Re: [PATCH 2/3] posix: Remove alloca usage on regex build_trtable

2021-01-11 Thread Adhemerval Zanella



On 08/01/2021 19:30, Paul Eggert wrote:
> On 1/6/21 10:17 AM, Adhemerval Zanella wrote:
>> __libc_use_alloca/alloca is replaced with malloc regardless.
> 
> These allocations are so small that they should be put on the stack instead 
> of using malloc. I did that in Gnulib by installing the attached patch. The 
> idea is that the resulting regexec.c file should be copyable unchanged into 
> glibc.
> 
> From a Gnulib point of view this code uses a 20 KiB frame (on a 64-bit host) 
> which goes past the usual 4032-byte limit for stack frames, but I think we 
> can stretch the point here.  In glibc the limit is 64 KiB so there's no 
> problem.

Right, I think we can maybe use scratch_buffer for these or even a dynamic array
with a more proper initial size as an improvement.



Re: [PATCH 2/3] posix: Remove alloca usage on regex build_trtable

2021-01-08 Thread Paul Eggert

On 1/6/21 10:17 AM, Adhemerval Zanella wrote:

__libc_use_alloca/alloca is replaced with malloc regardless.


These allocations are so small that they should be put on the stack 
instead of using malloc. I did that in Gnulib by installing the attached 
patch.

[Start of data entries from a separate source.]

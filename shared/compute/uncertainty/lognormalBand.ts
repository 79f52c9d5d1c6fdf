import type { Lognormal } from './lognormal.types'
import { lognormalQuantile } from './lognormalQuantile'

/** What is shown of a figure in doubt, in its unit; p10 ≤ p50 ≤ p90. */
export interface PercentileBand {
  readonly p10: number
  readonly p50: number
  readonly p90: number
}

/**
 * P10, P50 and P90 of a lognormal: median·e^(∓1.2816 σ).
 *
 * @see Limpert, E., Stahel, W. & Abbt, M. (2001). BioScience 51, 341–352.
 * @example
 * lognormalBand(lognormalFromMedian(640, 1.6)) // => { p10: 350.42064982760115, p50: 640, p90: 1168.8808870182556 }
 */
export function lognormalBand(law: Lognormal): PercentileBand {
  return { p10: lognormalQuantile(law, 0.1), p50: Math.exp(law.logMean), p90: lognormalQuantile(law, 0.9) }
}
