import fc from 'fast-check'
import { describe, expect, it } from 'vitest'
import { buildingStock, type StockBuilding } from './buildingStock'
import { combinedCv } from './combinedCv'
import { COMPONENT_SHARES } from './componentShares'
import { componentSplit } from './componentSplit'
import type { IntensityFigure } from './intensity.types'
import { intensityFor } from './intensityFor'
import { meanFactorCv } from './meanFactorCv'
import { periodOfYear } from './periodOfYear'
import { plausibilityBand } from './plausibilityBand'
import { pooledPart } from './pooledPart'
import { DEFAULT_SHARED_CV } from './sharedCvDefaults'
import { type Component, MATERIAL_GROUP_OF, MATERIALS, PERIOD_IDS, PERIODS, STRUCTURES, USES } from './vocabulary'

function buildFigure(overrides: Partial<IntensityFigure> = {}): IntensityFigure {
  const base: IntensityFigure = {
    rowId: 'row',
    figureId: 'figure',
    use: 'all',
    structure: 'all',
    period: 'all',
    material: 'concrete',
    component: 'whole',
    areaBasis: 'GFA',
    meanKgPerM2: 1000,
    medianKgPerM2: 900,
    gsdBetweenBuildings: 1.8,
    sharedCv: 0.22,
    sampleCount: 100,
    source: 'a test',
    provenance: 'open-dataset',
  }
  return { ...base, ...overrides }
}

const office = { use: 'office', structure: 'steel-frame', periodId: '1961-1975' } as const
const book = [
  buildFigure({ rowId: 'all', meanKgPerM2: 700 }),
  buildFigure({ rowId: 'steel', structure: 'steel-frame', meanKgPerM2: 500 }),
  buildFigure({ rowId: 'steel-office', structure: 'steel-frame', use: 'office', meanKgPerM2: 450 }),
]

describe('periods', () => {
  it('follow each other without gap or overlap', () => {
    PERIODS.slice(1).forEach(({ fromYear }, index) => expect(fromYear).toBe(PERIODS[index]?.toYear))
    expect(PERIODS.map(({ id }) => id)).toEqual([...PERIOD_IDS])
  })

  it('hold every year once', () => {
    expect([1700, 1945, 1946, 1960, 1961, 2005, 2006, 2026].map(periodOfYear)).toEqual([
      'before-1919',
      '1919-1945',
      '1946-1960',
      '1946-1960',
      '1961-1975',
      '1991-2005',
      'from-2006',
      'from-2006',
    ])
    expect(() => periodOfYear(Number.NaN)).toThrow('not-a-number')
  })
})

describe('a factor looked up', () => {
  it('is the row of the archetype where there is one', () => {
    const found = intensityFor(office, 'concrete', book)

    expect(found).toMatchObject({
      kind: 'known',
      meanKgPerM2: 450,
      sharedCv: expect.closeTo(0.22, 12),
      pooledOver: [],
      isSplit: false,
    })
  })

  it('falls back on the structure when the use has no row, with a wider error', () => {
    const found = intensityFor({ ...office, use: 'retail' }, 'concrete', book)

    expect(found).toMatchObject({ kind: 'known', meanKgPerM2: 500, pooledOver: ['use'] })
    expect(found.kind === 'known' && found.sharedCv).toBeCloseTo(combinedCv([0.22, 0.15]), 12)
  })

  it('takes the pooled row for an unknown structure, with a still wider error', () => {
    const found = intensityFor({ use: 'unknown', structure: 'unknown', periodId: 'unknown' }, 'concrete', book)

    expect(found).toMatchObject({ kind: 'known', meanKgPerM2: 700, pooledOver: ['structure', 'use'] })
  })

  it('pools single rows by their buildings where the book has no pooled one', () => {
    const rows = [
      buildFigure({ structure: 'steel-frame', meanKgPerM2: 500, sampleCount: 30 }),
      buildFigure({ structure: 'timber-frame', meanKgPerM2: 300, sampleCount: 10 }),
    ]
    const found = intensityFor({ ...office, structure: 'unknown' }, 'concrete', rows)

    expect(found).toMatchObject({ kind: 'known', meanKgPerM2: 450 })
    expect(found.kind === 'known' && found.sharedCv).toBeGreaterThan(combinedCv([0.22, 0.35]))
  })

  it('adds components and prefers them to a whole-building row', () => {
    const rows = [
      ...book,
      buildFigure({ rowId: 's', structure: 'steel-frame', use: 'office', component: 'structure', meanKgPerM2: 400 }),
      buildFigure({ rowId: 'f', structure: 'steel-frame', use: 'office', component: 'fit-out', meanKgPerM2: 30 }),
    ]

    expect(intensityFor(office, 'concrete', rows)).toMatchObject({ kind: 'known', meanKgPerM2: 430, isSplit: true })
  })

  it('tells missing, trace and zero apart', () => {
    const unreported = buildFigure({ meanKgPerM2: null, medianKgPerM2: null })

    expect(intensityFor(office, 'glass', book)).toEqual({ kind: 'missing', reason: 'no-row' })
    expect(intensityFor(office, 'concrete', [unreported])).toEqual({ kind: 'missing', reason: 'not-reported' })
    expect(intensityFor(office, 'concrete', [{ ...unreported, isTrace: true }])).toEqual({ kind: 'trace' })
    expect(intensityFor(office, 'concrete', [buildFigure({ meanKgPerM2: 0 })])).toMatchObject({
      kind: 'known',
      meanKgPerM2: 0,
    })
  })

  it('goes past a row that was not reported to a wider one', () => {
    const rows = [
      ...book,
      buildFigure({ structure: 'steel-frame', use: 'retail', meanKgPerM2: null, medianKgPerM2: null }),
    ]

    expect(intensityFor({ ...office, use: 'retail' }, 'concrete', rows)).toMatchObject({ meanKgPerM2: 500 })
  })

  it('refuses to add figures on different area bases', () => {
    const rows = [buildFigure({ component: 'roof' }), buildFigure({ component: 'structure', areaBasis: 'NFA' })]

    expect(() => intensityFor(office, 'concrete', rows)).toThrow('mixed-area-bases')
  })

  it('is never zero and never narrower for knowing less', () => {
    const known = intensityFor(office, 'concrete', book)
    fc.assert(
      fc.property(
        fc.constantFrom(...USES, 'unknown' as const),
        fc.constantFrom(...STRUCTURES, 'unknown' as const),
        fc.constantFrom(...PERIOD_IDS, 'unknown' as const),
        (use, structure, periodId) => {
          const found = intensityFor({ use, structure, periodId }, 'concrete', book)

          expect(found.kind === 'known' && found.meanKgPerM2).toBeGreaterThan(0)
          expect(found.kind === 'known' && known.kind === 'known' && found.sharedCv >= known.sharedCv).toBe(true)
        },
      ),
    )
  })

  it('turns a median into a mean by the spread', () => {
    const part = pooledPart([buildFigure({ meanKgPerM2: null, medianKgPerM2: 100, gsdBetweenBuildings: 2 })])

    expect(part.meanKgPerM2).toBeCloseTo(100 * Math.exp(Math.LN2 ** 2 / 2), 10)
    expect(() => pooledPart([])).toThrow('empty-input')
    expect(() => pooledPart([buildFigure({ meanKgPerM2: null, medianKgPerM2: null })])).toThrow('factor-missing')
  })
})

describe('the error of a mean factor', () => {
  it('shrinks with the buildings behind it, but never below the transfer', () => {
    fc.assert(
      fc.property(
        fc.double({ min: 1, max: 5, noNaN: true }),
        fc.integer({ min: 1, max: 999 }),
        fc.double({ min: 0, max: 1, noNaN: true }),
        (gsd, n, transfer) => {
          expect(meanFactorCv(gsd, n + 1, transfer)).toBeLessThanOrEqual(meanFactorCv(gsd, n, transfer) + 1e-12)
          expect(meanFactorCv(gsd, n, transfer)).toBeGreaterThanOrEqual(transfer - 1e-12)
        },
      ),
    )
  })

  it('refuses a spread below one, no buildings, a negative transfer', () => {
    expect(() => meanFactorCv(0.9, 1, 0)).toThrow('parameter-out-of-range')
    expect(() => meanFactorCv(1.5, 0, 0)).toThrow('parameter-out-of-range')
    expect(() => meanFactorCv(1.5, 1, -1)).toThrow('parameter-out-of-range')
    expect(() => combinedCv([-0.1])).toThrow('parameter-out-of-range')
  })

  it('has a default for every material', () => {
    for (const material of MATERIALS) expect(DEFAULT_SHARED_CV[material]).toBeGreaterThan(0)
  })
})

describe('the stock of buildings', () => {
  const steel = { kind: 'known', kgPerM2: 30, areaBasis: 'GFA' } as const
  const buildBuilding = (
    overrides: Partial<StockBuilding<'steel' | 'glass'>> = {},
  ): StockBuilding<'steel' | 'glass'> => ({
    buildingId: 'b1',
    amount: 100,
    areaBasis: 'GFA',
    factors: { steel, glass: { kind: 'trace' } },
    ...overrides,
  })

  it('names buildings without a factor and counts traces apart', () => {
    const stock = buildingStock([buildBuilding(), buildBuilding({ buildingId: 'b2', factors: {} })], ['steel', 'glass'])

    expect(stock.steel).toEqual({ knownKg: 3000, missingBuildingIds: ['b2'], traceBuildingIds: [] })
    expect(stock.glass).toEqual({ knownKg: 0, missingBuildingIds: ['b2'], traceBuildingIds: ['b1'] })
  })

  it('takes a measured mass in place of the factor, even where none is known', () => {
    const stock = buildingStock([buildBuilding({ factors: {}, measuredKg: { steel: 1234 } })], ['steel'])

    expect(stock.steel).toEqual({ knownKg: 1234, missingBuildingIds: [], traceBuildingIds: [] })
  })

  it('refuses to multiply an area by a factor on another basis', () => {
    expect(() => buildingStock([buildBuilding({ areaBasis: 'NFA' })], ['steel'])).toThrow('mixed-area-bases')
    expect(() => buildingStock([buildBuilding({ amount: -1 })], ['steel'])).toThrow('negative-area')
  })

  it('does not depend on the order of the buildings and doubles with their areas', () => {
    const amounts = fc.array(fc.double({ min: 0, max: 1e5, noNaN: true }), { maxLength: 20 })
    fc.assert(
      fc.property(amounts, (areas) => {
        const of = (list: readonly number[]) =>
          buildingStock(
            list.map((amount) => buildBuilding({ amount })),
            ['steel'],
          ).steel.knownKg
        const total = of(areas)

        expect(Math.abs(of([...areas].reverse()) - total)).toBeLessThanOrEqual(1e-12 * total)
        expect(Math.abs(of(areas.map((area) => 2 * area)) - 2 * total)).toBeLessThanOrEqual(1e-12 * total)
      }),
    )
  })
})

describe('plausibility', () => {
  it('counts both limits of the band as within', () => {
    const { band } = plausibilityBand('unknown', 1000)

    expect(plausibilityBand('unknown', band.p10KgPerM2).verdict).toBe('within')
    expect(plausibilityBand('unknown', band.p90KgPerM2).verdict).toBe('within')
    expect(plausibilityBand('masonry-timber-floors', 500).verdict).toBe('below')
    expect(() => plausibilityBand('hybrid', Number.NaN)).toThrow('negative-amount')
  })
})

describe('components', () => {
  it('share each material out completely', () => {
    for (const material of MATERIALS) {
      const { parts } = componentSplit(material, 100, 'common-practice-shares')

      expect(parts.reduce((total, { kgPerM2 }) => total + kgPerM2, 0)).toBeCloseTo(100, 10)
    }
    expect(Object.keys(COMPONENT_SHARES)).toEqual([...MATERIALS])
    expect(() => componentSplit('glass', -1, 'not-split')).toThrow('negative-amount')
  })

  it('of a concrete building lie in the usual shares of its mass', () => {
    const median = {
      concrete: 932,
      'masonry-units': 234,
      'mortar-plaster': 55.2,
      steel: 38.4,
      timber: 21.2,
      gypsum: 27.2,
      'mineral-insulation': 4,
      glass: 2,
      ceramics: 8,
      aluminium: 0.95,
      copper: 0.18,
      plastics: 0.98,
      bitumen: 0.24,
    } as const
    const total = Object.values(median).reduce((sum, mass) => sum + mass, 0)
    const massOf = (component: Component) =>
      MATERIALS.reduce((sum, material) => {
        const whole = material in median ? median[material as keyof typeof median] : 0
        const part = componentSplit(material, whole, 'common-practice-shares').parts.find(
          (found) => found.component === component,
        )
        return sum + (part?.kgPerM2 ?? 0)
      }, 0)

    expect(massOf('structure') / total).toBeGreaterThan(0.75)
    expect(massOf('structure') / total).toBeLessThan(0.93)
    expect(massOf('fit-out') / total).toBeLessThan(0.12)
  })
})

it('puts every material into a group', () => {
  expect(Object.keys(MATERIAL_GROUP_OF)).toEqual(expect.arrayContaining([...MATERIALS]))
})
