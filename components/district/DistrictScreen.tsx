import { ProblemNotice } from '@/components/runs/ProblemNotice'
import { NewRunButton, RunPicker } from '@/components/runs/RunPicker'
import { useChosenRun } from '@/components/runs/useChosenRun'
import { AppText } from '@/components/ui/AppText'
import { useMessages } from '@/components/ui/MessagesProvider'
import { Screen } from '@/components/ui/Screen'
import { PlainDistrict } from './PlainDistrict'
import { RunDistrict } from './RunDistrict'

/** The district on a map: by the figures of the chosen run, or bare while there is none. */
export function DistrictScreen() {
  const { t } = useMessages()
  const chosen = useChosenRun()
  if (chosen.run) {
    const { run, finished, choose } = chosen
    return (
      <RunDistrict key={run.runId} run={run} picker={<RunPicker finished={finished} run={run} onChoose={choose} />} />
    )
  }
  if (chosen.error || chosen.isLoading) {
    return (
      <Screen title={t('district.title')}>
        {chosen.error ? <ProblemNotice error={chosen.error} onRetry={chosen.retry} /> : null}
        {chosen.isLoading ? <AppText soft>{t('common.loading')}</AppText> : null}
      </Screen>
    )
  }
  return <PlainDistrict action={<NewRunButton onDone={chosen.choose} />} />
}
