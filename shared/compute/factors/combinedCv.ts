import { ComputeError } from '@/shared/compute/errors'

/**
 * Coefficient of variation of a product of independent quantities,
 *
 *     1 + CV² = Π (1 + CVᵢ²)
 *
 * @param cvs coefficients of variation [–], ≥ 0
 * @returns their combination [–], not below the largest; 0 for none
 * @throws {ComputeError} `parameter-out-of-range`
 * @see Goodman, L. A. (1960). On the exact variance of products. JASA 55, 708–713.
 * @example
 * combinedCv([0.3, 0.4]) // => 0.514198405
 */
export function combinedCv(cvs: readonly number[]): number {
  if (cvs.some((cv) => !(cv >= 0))) throw new ComputeError('parameter-out-of-range', { cvs })
  return Math.sqrt(Math.expm1(cvs.reduce((total, cv) => total + Math.log1p(cv * cv), 0)))
}
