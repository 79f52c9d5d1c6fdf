import type { Lognormal } from './lognormal.types'

/**
 * Mean and coefficient of variation of a lognormal: e^(μ + σ²/2), √(e^(σ²) − 1).
 *
 * @see Johnson, Kotz & Balakrishnan (1994), Continuous Univariate Distributions, vol. 1, ch. 14.
 * @example
 * lognormalMoments({ logMean: 0, logSd: 0 }) // => { mean: 1, cv: 0 }
 */
export function lognormalMoments({ logMean, logSd }: Lognormal): { mean: number; cv: number } {
  return { mean: Math.exp(logMean + logSd ** 2 / 2), cv: Math.sqrt(Math.expm1(logSd ** 2)) }
}
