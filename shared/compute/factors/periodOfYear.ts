import { ComputeError } from '@/shared/compute/errors'
import { PERIODS, type PeriodId } from './vocabulary'

/**
 * Construction period of a year. Periods are half-open: 1919 opens `1919-1945`.
 *
 * @param constructionYear calendar year
 * @returns id of the one period that holds it
 * @throws {ComputeError} `not-a-number`
 * @example
 * periodOfYear(1918) // => 'before-1919'
 * periodOfYear(1919) // => '1919-1945'
 */
export function periodOfYear(constructionYear: number): PeriodId {
  const period = PERIODS.find(
    ({ fromYear, toYear }) => constructionYear >= (fromYear ?? -Infinity) && constructionYear < (toYear ?? Infinity),
  )
  if (period === undefined) throw new ComputeError('not-a-number', { constructionYear })
  return period.id
}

The idea is that the resulting regexec.c file should be copyable 
unchanged into glibc.


From a Gnulib point of view this code uses a 20 KiB frame (on a 64-bit 
host) which goes past the usual 4032-byte limit for stack frames, but I 
think we can stretch the point here.  In glibc the limit is 64 KiB so 
there's no problem.
From 025e89118912adaa309374201c9012f6fb46d583 Mon Sep 17 00:00:00 2001
From: Paul Eggert 
Date: Fri, 8 Jan 2021 14:22:15 -0800
Subject: [PATCH] regexec: remove alloca usage in build_trtable
MIME-Version: 1.0
Content-Type: text/plain; charset=UTF-8
Content-Transfer-Encoding: 8bit

Prompted by this different change proposed by Adhemerval Zanella:
https://sourceware.org/pipermail/libc-alpha/2021-January/121373.html
* lib/regexec.c (build_trtable): Prevent inlining,
so that it doesn’t bloat the caller’s stack.
Use auto variables instead of alloca/malloc.
After these changes, build_trtable’s total stack allocation is
only 20 KiB on a 64-bit machine, and this is less than glibc’s 64
KiB cutoff so there’s little point to using alloca to shrink it.
Although Gnulib traditionally has used a 4 KiB cutoff, going to 20
KiB here should not be a significant problem in practice;
Gnulib-using packages concerned about overflow of tiny stacks can
compile with something like gcc -fstack-clash-protection.
* config/srclist.txt: Comment out regexec.c for now.
---
 ChangeLog  | 14 +
 config/srclist.txt |  2 +-
 lib/regexec.c  | 75 --
 3 files changed, 28 insertions(+), 63 deletions(-)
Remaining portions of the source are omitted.